Jevon O'Bryant

Personal information
- Born: September 5, 2001 (age 24)

Sport
- Sport: Athletics
- Event: Sprint

Achievements and titles
- Personal best(s): 200m: 20.98 (Lubbock, 2022) 400m: 45.37 (Gainesville, 2024) Indoor 200m: 21.33 (6, 2022) 300m: 33.08 (College Station, 2025) 400m: 45.80 (College Station, 2025)

Medal record
Men's athletics
Representing United States
World Indoor Championships
| Gold medal – first place | 2026 Toruń | 4 × 400 m relay |

= Jevon O'Bryant =

American sprinter (born 2001)

Jevon O'Bryant (born 5 September 2001) is an American sprinter who primarily competes over 400 metres.

==Biography==
From Texas, O'Bryant attended Fort Bend Elkins High School, after which he attended Barton County Community College, followed by the University of New Mexico.

Competing in May 2022 as a sophomore for New Mexico, O'Bryant won the 400 m title in 45.98 seconds, as well as anchoring the victorious 4x400 m relay in 3:09.68, at the Mountain West Conference Championships. O'Bryant also finished fifth in the 200 m in 21.41 seconds.

Competing for Texas A&M University, he was part of the 4 x 400 metres relay team which finished second, and ran season-best time of 3:03.62 to move to tenth on the all-time school list, at the Southeastern Conference Indoor Championships in Arkansas. In March,
the team finished third in the relay at the 2024 NCAA Indoor Championships.

O'Bryant was a member of the Texas Aggies team which ran a time of 2:58.37 minutes in the men’s 4x400m relay to win the 2024 NCAA Outdoor Athletics Championships in Eugene, Oregon in June 2024, running alongside Kimar Farquharson, Auhmad Robinson and Cutler Zamzow. He was a semi-finalist running 46.39 seconds at the US Olympic Trials later that month.

O'Bryant competed in the 400 metres at the 2025 USA Indoor Track and Field Championships in New York, running 46.05 seconds in the final. He was selected for the United States relay pool for the 2025 World Athletics Indoor Championships in Nanjing, China. He competed at the 2025 World Athletics Relays in China in the Men's 4 × 400 metres relay in May 2025.

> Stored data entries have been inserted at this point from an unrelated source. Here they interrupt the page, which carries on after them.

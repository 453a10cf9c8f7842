import { NewSpectrum } from '@faintward/contracts/light-report';
import { airFromVacuumNm } from '@faintward/photometry';
import { describe, expect, it } from 'vitest';
import { readSpectrumText } from '../../../apps/api/src/modules/spectra/spectrum-text.js';
import { DomainError } from '../../../apps/api/src/platform/domain-error.js';

const read = (text: string, options: object = {}) =>
  readSpectrumText(NewSpectrum.parse({ name: 'Invented', text, ...options }));
const fault = async (text: string, options: object = {}): Promise<string> => {
  try {
    await read(text, options);
  } catch (error) {
    if (!(error instanceof DomainError)) throw error;
    expect(error.details.fieldErrors?.[0]?.path).toBe('text');
    return error.detail;
  }
  throw new Error('It was read.');
};

/** Twelve points of a flat spectrum from 400 nm, in the unit given. */
const flat = (perNm = 1, delimiter = ' ', from = 400) =>
  Array.from({ length: 12 }, (_, index) => `${(from + 20 * index) * perNm}${delimiter}${index + 1}`).join('\n');
const expected = Array.from({ length: 12 }, (_, index) => 400 + 20 * index);

describe('the text of a spectrum', () => {
  it.each([
    ['blanks', flat()],
    ['commas and a header', `wavelength_nm,flux\n${flat(1, ',')}`],
    ['tabs', flat(1, '\t')],
    ['semicolons and comments', `# invented\n# wavelength [nm]; flux\n${flat(1, ';')}`],
  ])('is read with %s', async (_, text) => {
    const { wavelengthsNm, fluxPerNm } = await read(text);
    expect(wavelengthsNm).toEqual(expected);
    expect(fluxPerNm).toEqual(expected.map((_value, index) => index + 1));
  });

  it.each([
    ['wavelength [nm],flux', 1, 'nm'],
    ['wavelength (Å),flux', 10, 'Å'],
    ['lambda_angstrom,flux', 10, 'Å'],
    ['# lambda(A),flux', 10, 'Å'],
    ['wave_um,flux', 0.001, 'µm'],
    ['wave (micron),flux', 0.001, 'µm'],
  ])('under "%s" is in the unit stated, and says so', async (header, perNm, unit) => {
    const { wavelengthsNm, notices } = await read(`${header}\n${flat(perNm, ',')}`);
    wavelengthsNm.forEach((nm, index) => expect(nm).toBeCloseTo(expected[index] ?? 0, 9));
    expect(notices).toEqual([expect.objectContaining({ code: 'wavelengthUnit', severity: 'note' })]);
    expect(notices[0]?.message).toContain(` in ${unit}, as the header says`);
  });

  it.each([
    [0.001, 'µm'],
    [1, 'nm'],
    [10, 'Å'],
  ])('without a word on units is judged by its size, with a warning (%d a nm)', async (perNm, unit) => {
    const { wavelengthsNm, notices } = await read(flat(perNm));
    expect(wavelengthsNm[11]).toBeCloseTo(620, 9);
    expect(notices).toEqual([expect.objectContaining({ code: 'wavelengthUnit', severity: 'warning' })]);
    expect(notices[0]?.message).toContain(` in ${unit}, judging by their size`);
  });

  it('with its unit chosen needs no guess', async () => {
    expect((await read(flat(10), { wavelengthUnit: 'angstrom' })).notices).toEqual([]);
    expect((await read(flat(1, ',', 2000), { wavelengthUnit: 'nm' })).wavelengthsNm[0]).toBe(2000);
  });

  it('is sorted, taken from air to vacuum, and put to rest', async () => {
    const shuffled = flat().split('\n').toReversed().join('\n');
    const { wavelengthsNm, fluxPerNm } = await read(shuffled, { isAirWavelength: true, observedAtRedshift: 1.5 });
    // 500 nm in air is 500.139 nm in vacuum (Ciddor 1996), as seen; divided by 2.5 at rest.
    expect(wavelengthsNm[5]).toBeCloseTo(500.139 / 2.5, 3);
    expect(airFromVacuumNm((wavelengthsNm[5] ?? 0) * 2.5)).toBeCloseTo(500, 9);
    expect(fluxPerNm[0]).toBe(1);
  });

  it('per unit frequency becomes one per unit wavelength: flat in frequency falls as λ⁻²', async () => {
    const text = expected.map((nm) => `${nm} 3`).join('\n');
    const { fluxPerNm } = await read(text, { fluxKind: 'perFrequency', wavelengthUnit: 'nm' });
    expect((fluxPerNm[5] ?? 0) / (fluxPerNm[0] ?? 1)).toBeCloseTo((400 / 500) ** 2, 12);
  });

  it('has negative noise set to 0 and counted', async () => {
    const { fluxPerNm, notices } = await read(flat().replace('\n420 2', '\n420 -2').replace('\n440 3', '\n440 −0.5'), {
      wavelengthUnit: 'nm',
    });
    expect(fluxPerNm.slice(0, 4)).toEqual([1, 0, 0, 4]);
    expect(notices).toEqual([expect.objectContaining({ code: 'negativeFlux', severity: 'warning' })]);
    expect(notices[0]?.message).toMatch(/^2 of 12 /);
  });

  it('is the same read in slices, whatever ends its lines and however it is commented on', async () => {
    const lines = Array.from({ length: 5000 }, (_, index) => `${300 + index / 10},${index % 7}`);
    const plain = await read(lines.join('\n'), { wavelengthUnit: 'nm' });
    expect(plain.wavelengthsNm).toHaveLength(5000);
    expect(plain.wavelengthsNm[4999]).toBeCloseTo(799.9, 9);
    expect(plain.fluxPerNm.slice(1498, 1504)).toEqual([0, 1, 2, 3, 4, 5]);
    const commented = lines.flatMap((line, index) => (index % 10 === 0 ? ['# ten more', '', line] : [line]));
    const again = await read(commented.slice(0, 5900).join('\r\n'), { wavelengthUnit: 'nm' });
    expect(again.wavelengthsNm).toEqual(plain.wavelengthsNm.slice(0, again.wavelengthsNm.length));
    expect(again.fluxPerNm).toEqual(plain.fluxPerNm.slice(0, again.fluxPerNm.length));
  });

  it('gives the same hash to the same points, and another to others', async () => {
    const { contentHash } = await read(flat());
    expect((await read(flat(1, ','))).contentHash).toBe(contentHash);
    expect((await read(flat(1, ' ', 401))).contentHash).not.toBe(contentHash);
  });

  it.each([
    ['', /empty/, {}],
    [flat().replaceAll(/ .*/g, ''), /two columns/, {}],
    [flat().split('\n').slice(0, 9).join('\n'), /at least 10 points; this one has 9/, {}],
    [flat().replace('\n440 3', '\n440 x'), /Row 3: The flux density cannot be read. "x" is not a number/, {}],
    [flat().replace('\n440 3', '\n440 NaN'), /Row 3/, {}],
    [flat().replace('\n440 3', '\n440'), /Row 3: The flux density/, {}],
    [flat().replace('\n440 3', '\n-440 3'), /Row 3: a wavelength is above 0/, {}],
    [flat().replace('\n440 3', '\n420 3'), /Rows 2 and 3 have the same wavelength/, {}],
    [flat(1, ' ', 150), /Row 1: air is not transparent/, { isAirWavelength: true, wavelengthUnit: 'nm' }],
    [flat(0.001), /Is the unit another one/, { wavelengthUnit: 'nm' }],
    [expected.map((nm) => `${nm} -1`).join('\n'), /No flux of this spectrum is above 0/, {}],
    [Array.from({ length: 50_002 }, (_, index) => `${300 + index} 1`).join('\n'), /50000/, {}],
    [`${flat()}\n${'\n'.repeat(52_000)}`, /more than 51000 lines/, {}],
    [
      `${flat()}\n${Array.from({ length: 4000 }, (_, index) => `${1000 + index} ${index === 3000 ? 'x' : 1}`).join('\n')}`,
      /Row 3013: The flux/,
      {},
    ],
    [
      `${flat()}\n${Array.from({ length: 4000 }, (_, index) => `${1000 + index} ${index === 3000 ? '1 '.repeat(300) : 1}`).join('\n')}`,
      /Row 3013 has 301 cells/,
      {},
    ],
  ])('is refused (case %#)', async (text, message, options) => {
    expect(await fault(text, options)).toMatch(message);
  });
});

O'Bryant was finalist in the 400 metres at the 2026 USA Indoor Track and Field Championships in New York, placing fifth overall and running 46.41 seconds in the final. He was selected for the United States relay teams at the 2026 World Athletics Indoor Championships in Toruń, Poland. Competing in the mixed 4 x 400 metres relay, he completed a baton exchange with Sara Reifenrath only for her to fall following a racing incident for which the Jamaican team were later disqualified. Although she got up to continue, the American team did not feature again at the front of the race, placing fifth.